South African defence force set to drop policing role

The South African National Defence Force [SANDF] will withdraw from supporting the police and focus solely on defending the country's interests.

Present political thought was that soldiers should not be used to control the people who voted for the government that, in turn, employed those soldiers, said Lt-Col Robbie Roberts, officer commanding 71 Signals Unit in Goodwood.

Speaking at a special information session held on Saturday to explain the SANDF's new thinking about reserves, Roberts said it planned to raise a police force to take the place of the SANDF in law enforcement operations and once that was done, the SANDF would withdraw fully from this task.

This would spell the end of the old commando system, as it was these territorial units that mainly performed the law and order task, especially in the rural areas. "The reserves will be there to extend all the arms of the service," Roberts said.

"The signallers, as experts in combat communications, are now basically the new fifth arm of the service and we have to support all the other arms of service from the army, through the navy and the air force to the medical corps with training and personnel."
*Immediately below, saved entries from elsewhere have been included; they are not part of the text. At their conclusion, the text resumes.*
"use client";

import { useState } from "react";
import { Button } from "@/components/ui/button";
import { ApiError } from "@/lib/http/api-client";
import {
  NOTE_KINDS,
  NOTE_NEEDS,
  NOTE_PRIORITIES,
  NOTE_SUBJECTS,
  type NoteKind,
  type NoteNeed,
  type NotePriority,
  type NoteSubject,
} from "@/models/note-vocabulary";
import { KIND_LABELS, NEED_LABELS, PRIORITY_LABELS, SUBJECT_LABELS } from "@/lib/notes/words";
import type { NoteSubjects } from "@/lib/notes/subjects";
import { useNoteWrites } from "./use-notes";

export type NotePreset = { subject: NoteSubject; subjectId: number | null; kind?: NoteKind; body?: string };

const field = "rounded border border-line bg-raised px-2 py-1";

/** Writing a note: what it is about, the job, who owns it, what it needs and when it is due. */
export function NoteForm({
  productionId,
  subjects,
  preset,
  onDone,
}: {
  productionId: number;
  subjects: NoteSubjects;
  preset: NotePreset | null;
  onDone?: () => void;
}) {
  const { create } = useNoteWrites(productionId);
  const [subject, setSubject] = useState<NoteSubject>(preset?.subject ?? "production");
  const [subjectId, setSubjectId] = useState<number | null>(preset?.subjectId ?? null);
  const [kind, setKind] = useState<NoteKind>(preset?.kind ?? (preset?.subject === "cue" ? "cue" : "work"));
  const [priority, setPriority] = useState<NotePriority>("normal");
  const [ownerId, setOwnerId] = useState<number | null>(null);
  const [needs, setNeeds] = useState<NoteNeed[]>([]);
  const [dueDate, setDueDate] = useState("");
  const [dueSession, setDueSession] = useState("");
  const [body, setBody] = useState(preset?.body ?? "");
  const [errors, setErrors] = useState<Record<string, string[]>>({});
  const [message, setMessage] = useState<string | null>(null);

  const options = subject === "production" ? [] : subjects[subject];
  const submit = async (e: React.FormEvent) => {
    e.preventDefault();
    setErrors({});
    setMessage(null);
    try {
      await create.mutateAsync({
        subject,
        subjectId: subject === "production" ? null : subjectId,
        kind,
        priority,
        ownerId,
        needs,
        dueDate: dueDate || null,
        dueSession: dueSession.trim() || null,
        body,
      });
      setBody("");
      setMessage("Note saved.");
      onDone?.();
    } catch (err) {
      if (err instanceof ApiError) setErrors(err.fieldErrors);
      setMessage((err as Error).message);
    }
  };
  const err = (k: string) =>
    errors[k]?.length ? <span className="text-xs text-danger">{errors[k].join("; ")}</span> : null;

  return (
    <form
      onSubmit={submit}
      aria-label="New note"
      className="grid gap-3 rounded-md border border-line bg-surface p-3 text-sm md:grid-cols-4"
    >
      <label className="flex flex-col gap-1">
        About
        <select
          className={field}
          value={subject}
          onChange={(e) => {
            setSubject(e.target.value as NoteSubject);
            setSubjectId(null);
          }}
        >
          {NOTE_SUBJECTS.map((s) => (
            <option key={s} value={s}>
              {SUBJECT_LABELS[s]}
            </option>
          ))}
        </select>
      </label>
      {subject !== "production" ? (
        <label className="flex flex-col gap-1">
          Which {SUBJECT_LABELS[subject].toLowerCase()}
          <select
            className={field}
            value={subjectId ?? ""}
            onChange={(e) => setSubjectId(e.target.value ? Number(e.target.value) : null)}
          >
            <option value="">choose…</option>
            {options.map((o) => (
              <option key={o.id} value={o.id}>
                {o.label}
              </option>
            ))}
          </select>
          {err("subjectId")}
        </label>
      ) : null}
      <label className="flex flex-col gap-1">
        Kind
        <select className={field} value={kind} onChange={(e) => setKind(e.target.value as NoteKind)}>
          {NOTE_KINDS.map((k) => (
            <option key={k} value={k}>
              {KIND_LABELS[k]}
            </option>
          ))}
        </select>
      </label>
      <label className="flex flex-col gap-1">
        Priority
        <select className={field} value={priority} onChange={(e) => setPriority(e.target.value as NotePriority)}>
          {NOTE_PRIORITIES.map((p) => (
            <option key={p} value={p}>
              {PRIORITY_LABELS[p]}
            </option>
          ))}
        </select>
      </label>
      <label className="flex flex-col gap-1">
        Owner
        <select
          className={field}
          value={ownerId ?? ""}
          onChange={(e) => setOwnerId(e.target.value ? Number(e.target.value) : null)}
        >
          <option value="">nobody yet</option>
          {subjects.people.map((p) => (
            <option key={p.userId} value={p.userId}>
              {p.name}
            </option>
          ))}
        </select>
        {err("ownerId")}
      </label>
      <label className="flex flex-col gap-1">
        Due by (date)
        <input type="date" className={field} value={dueDate} onChange={(e) => setDueDate(e.target.value)} />
        {err("dueDate")}
      </label>
      <label className="flex flex-col gap-1">
        or by (session)
        <input
          className={field}
          value={dueSession}
          maxLength={80}
          placeholder="before the second tech"
          onChange={(e) => setDueSession(e.target.value)}
        />
        {err("dueSession")}
      </label>
      <fieldset className="flex flex-col gap-1 md:col-span-2">
        <legend>Needs</legend>
        <div className="flex flex-wrap gap-3">
          {NOTE_NEEDS.map((n) => (
            <label key={n} className="flex items-center gap-1">
              <input
                type="checkbox"
                checked={needs.includes(n)}
                onChange={(e) => setNeeds(e.target.checked ? [...needs, n] : needs.filter((x) => x !== n))}
              />
              {NEED_LABELS[n]}
            </label>
          ))}
        </div>
      </fieldset>
      <label className="flex flex-col gap-1 md:col-span-4">
        Note
        <textarea
          className={field}
          rows={2}
          maxLength={2000}
          value={body}
          onChange={(e) => setBody(e.target.value)}
          required
        />
        {err("body")}
      </label>
      <div className="flex items-center gap-3 md:col-span-4">
        <Button type="submit" disabled={create.isPending}>
          Add note
        </Button>
        {message ? (
          <span role="status" className={Object.keys(errors).length ? "text-danger" : "text-muted"}>
            {message}
          </span>
        ) : null}
      </div>
      {needs.includes("isolated") || needs.includes("access") ? (
        <p className="text-xs text-caution md:col-span-4">
          Work at height and on isolated power follows the venue&apos;s own procedures and local codes: a qualified
          person isolates and proves dead, and access equipment is used by trained crew only.
        </p>
      ) : null}
    </form>
  );
}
Roberts said the citizen force units, like his own, were fed by the national service system that was abolished in 1994. Before then, all white males had to perform national service of two years, after which they were passed on to a citizen force unit at which to complete their compulsory part-time service. When that system ended, citizen force units found the numbers of their members dwindled, as most people were no longer interested in serving in the military.

"We now draw volunteers from all races, but the problem we have is that many people think it is an easy way to find a job and get paid. We have to change that perception. To volunteer is to get paid only when you are called up to serve. We are not the permanent force," Roberts said.

He said the plan was to call for volunteers from the former SADF, as well as Umkhonto we Sizwe [Spear of the Nation, MK, former ANC military wing] and APLA [Azanian People's Liberation Army, former military wing of the Pan-Africanist Congress] in order to draw a potential leadership element of soldiers who had already been trained to some extent. Reserves would be considered in the same light as the permanent force for as long as they were called up to serve.